===== Records for the task

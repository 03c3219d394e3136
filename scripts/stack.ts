/**
 * The pieces that `npm start` and `npm test` put together: the environment of one local stack (demo or test), the
 * database migration and seeding, the fakes, the app build and the server process.
 */
import { spawn, type ChildProcess } from 'node:child_process';
import { get } from 'node:http';
import { setTimeout as sleep } from 'node:timers/promises';
import { join } from 'node:path';
import { loadDatabaseConfig } from '../server/src/config.ts';
import { openDatabase } from '../server/src/db/knex.ts';
import { startFakes } from '../fakes/index.ts';
import { demoPeople } from '../seeds/data/people.ts';
import { localDatabaseSettings, projectRoot } from './db-lifecycle.ts';
import { BLOCKED_PORTS } from './blocked-ports.ts';

export type StackProfile = 'demo' | 'test';

interface Ports {
  app: number;
  google: number;
  stripe: number;
  smtp: number;
  smtpHttp: number;
}

// The test stack sits 100 ports above the demo stack, so `npm test` runs while the demo shop is open.
const portsByProfile: Record<StackProfile, Ports> = {
  demo: { app: 3000, google: 4010, stripe: 12111, smtp: 2525, smtpHttp: 4025 },
  test: { app: 3100, google: 4110, stripe: 12211, smtp: 2625, smtpHttp: 4125 },
};

export interface LocalStack {
  ports: Ports;
  appOrigin: string;
  env: NodeJS.ProcessEnv;
}

const testRateLimits: NodeJS.ProcessEnv = {
  RATE_LIMIT_SIGN_IN: '100000',
  RATE_LIMIT_QUOTE_PREVIEWS: '100000',
  RATE_LIMIT_UPLOADS: '100000',
  RATE_LIMIT_ORDERS: '100000',
  RATE_LIMIT_PROOF_ANSWERS: '100000',
};

/** Environment for the server in the local demo or test stack; values already set in the shell win. */
export function localStack(profile: StackProfile): LocalStack {
  const offset = Number(process.env.HW_PORT_OFFSET ?? 0);
  refuseBlockedPorts(offset);
  const ports = offsetPorts(portsByProfile[profile], offset);
  const appPort = profile === 'demo' && process.env.PORT ? Number(process.env.PORT) : ports.app;
  const appOrigin = `http://127.0.0.1:${appPort}`;
  const db = localDatabaseSettings();
  const env: NodeJS.ProcessEnv = {
    DB_HOST: '127.0.0.1',
    DB_PORT: String(db.port),
    DB_USER: db.user,
    DB_PASSWORD: db.password,
    DB_NAME: profile === 'demo' ? 'hoopwright' : 'hoopwright_test',
    HOST: '127.0.0.1',
    PORT: String(appPort),
    APP_ORIGIN: appOrigin,
    SESSION_SECRET: `local-${profile}-session-secret-not-for-production`,
    STATIC_DIR: join(projectRoot, 'dist'),
    OWNER_EMAILS: demoPeople
      .filter((p) => p.role === 'owner')
      .map((p) => p.email)
      .join(','),
    GOOGLE_CLIENT_ID: 'hoopwright-local-client',
    GOOGLE_CLIENT_SECRET: 'hoopwright-local-secret',
    GOOGLE_OAUTH_BASE_URL: `http://127.0.0.1:${ports.google}`,
    STRIPE_SECRET_KEY: 'sk_test_hoopwright_local',
    STRIPE_WEBHOOK_SECRET: 'whsec_hoopwright_local',
    STRIPE_API_URL: `http://127.0.0.1:${ports.stripe}`,
    SMTP_URL: `smtp://127.0.0.1:${ports.smtp}`,
    // The tests make many requests from one address in a short while; the rate-limit test lowers these for itself.
    ...(profile === 'test' ? testRateLimits : {}),
    ...(profile === 'demo' ? pickDefined(process.env, ['HOST', 'PORT', 'APP_ORIGIN']) : {}),
  };
  return { ports: { ...ports, app: appPort }, appOrigin, env };
}

/**
 * HW_PORT_OFFSET moves every port of both stacks, so two checkouts on one machine (each with its own MariaDB on its
 * own HW_DB_PORT) can run their tests side by side.
 */
function offsetPorts(ports: Ports, offset: number): Ports {
  if (!Number.isInteger(offset) || offset < 0 || offset > 20_000)
    throw new Error('HW_PORT_OFFSET must be a whole number from 0 to 20000.');
  return Object.fromEntries(Object.entries(ports).map(([name, port]) => [name, port + offset])) as unknown as Ports;
}

/** Every port of both stacks at an offset (and the API benchmark's bare endpoint, 50 above the test app). */
function stackPortsAt(offset: number): { name: string; port: number }[] {
  return (Object.entries(portsByProfile) as [StackProfile, Ports][]).flatMap(([profile, ports]) => [
    ...Object.entries(offsetPorts(ports, offset)).map(([name, port]) => ({
      name: `the ${profile} stack's ${name}`,
      port,
    })),
    ...(profile === 'test' ? [{ name: 'the API benchmark', port: ports.app + offset + 50 }] : []),
  ]);
}

/**
 * Stops before anything starts when a port of the stacks is one browsers and fetch refuse (6000 with
 * HW_PORT_OFFSET=3000, say), naming the port and the next offset, in steps of 100, whose ports are all allowed.
 */
export function refuseBlockedPorts(offset: number): void {
  const blocked = stackPortsAt(offset).find(({ port }) => BLOCKED_PORTS.has(port));
  if (!blocked) return;
  let free = offset - (offset % 100) + 100;
  while (stackPortsAt(free).some(({ port }) => BLOCKED_PORTS.has(port))) free += 100;
  throw new Error(
    `Port ${blocked.port} (${blocked.name}, HW_PORT_OFFSET=${offset}) is on the browsers' and fetch's blocked-port list, so nothing could reach it. Use another offset, e.g. HW_PORT_OFFSET=${free}.`,
  );
}

function pickDefined(env: NodeJS.ProcessEnv, keys: string[]): NodeJS.ProcessEnv {
  return Object.fromEntries(keys.filter((k) => env[k]).map((k) => [k, env[k]]));
}

/** Applies pending migrations; seeds the demo data when asked to always, or when the database has no users yet. */
export async function migrateAndSeed(
  env: NodeJS.ProcessEnv,
  seed: 'always' | 'when-empty',
): Promise<{ migrated: number; seeded: boolean }> {
  const db = openDatabase(loadDatabaseConfig({ ...process.env, ...env }));
  try {
    const [, applied] = await db.migrate.latest();
    const [{ n }] = await db('users').count({ n: '*' });
    const shouldSeed = seed === 'always' || Number(n) === 0;
    if (shouldSeed) await db.seed.run();
    return { migrated: applied.length, seeded: shouldSeed };
  } finally {
    await db.destroy();
  }
}

/** Starts the three local stand-ins (sign-in, payments, mail) on the stack's ports. */
/** Where the demo's payment stand-in keeps its sessions and holds between runs of `npm start` (wiped by db:reset). */
export const demoStandInFolder = join(projectRoot, '.data', 'stand-ins');

export function startLocalFakes(stack: LocalStack, options: { stripeStateFile?: string } = {}) {
  return startFakes({
    host: '127.0.0.1',
    googlePort: stack.ports.google,
    stripePort: stack.ports.stripe,
    smtpPort: stack.ports.smtp,
    smtpHttpPort: stack.ports.smtpHttp,
    identities: demoPeople.map(({ sub, email, name, givenName, familyName }) => ({
      sub,
      email,
      name,
      givenName,
      familyName,
    })),
    stripeApiKey: stack.env.STRIPE_SECRET_KEY!,
    stripeWebhookSecret: stack.env.STRIPE_WEBHOOK_SECRET!,
    stripeWebhookUrl: `${stack.appOrigin}/api/webhooks/stripe`,
    stripeStateFile: options.stripeStateFile,
  });
}

/** Runs a command from node_modules/.bin (or any program) and resolves with its exit code. */
export function run(command: string, args: string[], env: NodeJS.ProcessEnv = {}): Promise<number> {
  const bin = command.includes('/') ? command : join(projectRoot, 'node_modules', '.bin', command);
  return new Promise((resolve) => {
    const child = spawn(bin, args, { cwd: projectRoot, stdio: 'inherit', env: { ...process.env, ...env } });
    child.on('exit', (code, signal) => resolve(code ?? (signal ? 1 : 0)));
  });
}

/** Builds both apps into dist/ (each build takes about a second). */
export async function buildApps(): Promise<void> {
  for (const app of ['storefront', 'admin']) {
    const code = await run('vite', ['build', app, '--logLevel', 'warn']);
    if (code !== 0) throw new Error(`Building the ${app} app failed.`);
  }
}

/** Whether GET <origin>/api/health answers 200 (node:http, which unlike fetch has no port list of its own). */
function answersHealth(origin: string): Promise<boolean> {
  return new Promise((resolve) => {
    const request = get(`${origin}/api/health`, { timeout: 2_000 }, (response) => {
      response.resume();
      resolve(response.statusCode === 200);
    });
    request.on('error', () => resolve(false));
    request.on('timeout', () => {
      request.destroy();
      resolve(false);
    });
  });
}

/** Waits until a child process answers /api/health; stops the child and throws when it exits or takes over 30 s. */
export async function waitForHealth(child: ChildProcess, origin: string, what: string): Promise<void> {
  let exited = child.exitCode !== null;
  child.once('exit', () => (exited = true));
  const deadline = Date.now() + 30_000;
  for (;;) {
    if (exited) throw new Error(`${what} stopped while starting; see the messages above.`);
    if (await answersHealth(origin)) return;
    if (Date.now() > deadline) {
      await stopProcess(child);
      throw new Error(`${what} did not answer on ${origin} within 30 s.`);
    }
    await sleep(200);
  }
}

/**
 * Starts the API server as its own process and waits until it answers /api/health. `quiet` drops its standard
 * output, `isSilent` its error output (the access log) too. `onSpawn` gets the process at once, so a caller
 * stopping during the wait can stop it too.
 */
export async function startServerProcess(
  stack: LocalStack,
  options: { quiet?: boolean; isSilent?: boolean; onSpawn?: (child: ChildProcess) => void } = {},
): Promise<ChildProcess> {
  // HW_SERVER_NODE_ARGS passes Node options to the server alone, e.g. `--cpu-prof --cpu-prof-dir=/tmp/profile`
  // while a benchmark runs (Node refuses profiling flags in NODE_OPTIONS).
  const nodeArgs = (process.env.HW_SERVER_NODE_ARGS ?? '').split(' ').filter(Boolean);
  // A young heap of 64 MB (V8's default is 16): a price check allocates briefly and much, and with the default
  // nearly a fifth of a busy server's time went to collecting it (bench:api, CPU per request 0.83 → 0.56 ms).
  const child = spawn(
    process.execPath,
    ['--max-semi-space-size=64', ...nodeArgs, '--import', 'tsx', join(projectRoot, 'server/src/main.ts')],
    {
      cwd: projectRoot,
      env: { ...process.env, ...stack.env },
      stdio: options.isSilent ? 'ignore' : options.quiet ? ['ignore', 'ignore', 'inherit'] : 'inherit',
    },
  );
  options.onSpawn?.(child);
  await waitForHealth(child, stack.appOrigin, 'The API server');
  return child;
}

/** Asks a child process to stop and waits for it (SIGKILL after a grace period). */
export async function stopProcess(child: ChildProcess | undefined, graceMs = 8_000): Promise<void> {
  if (!child || child.exitCode !== null || child.signalCode !== null) return;
  const exited = new Promise<void>((resolve) => child.once('exit', () => resolve()));
  child.kill('SIGTERM');
  const timer = setTimeout(() => child.kill('SIGKILL'), graceMs);
  await exited;
  clearTimeout(timer);
}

==========

# Work order:
Could you set down, word for word, only the lines above from the line with "boolean; isSilent?: boolean;" to the line with "flags in NODE_OPTIONS).", including both?

# Solution:
  options: { quiet?: boolean; isSilent?: boolean; onSpawn?: (child: ChildProcess) => void } = {},
): Promise<ChildProcess> {
  // HW_SERVER_NODE_ARGS passes Node options to the server alone, e.g. `--cpu-prof --cpu-prof-dir=/tmp/profile`
  // while a benchmark runs (Node refuses profiling flags in NODE_OPTIONS).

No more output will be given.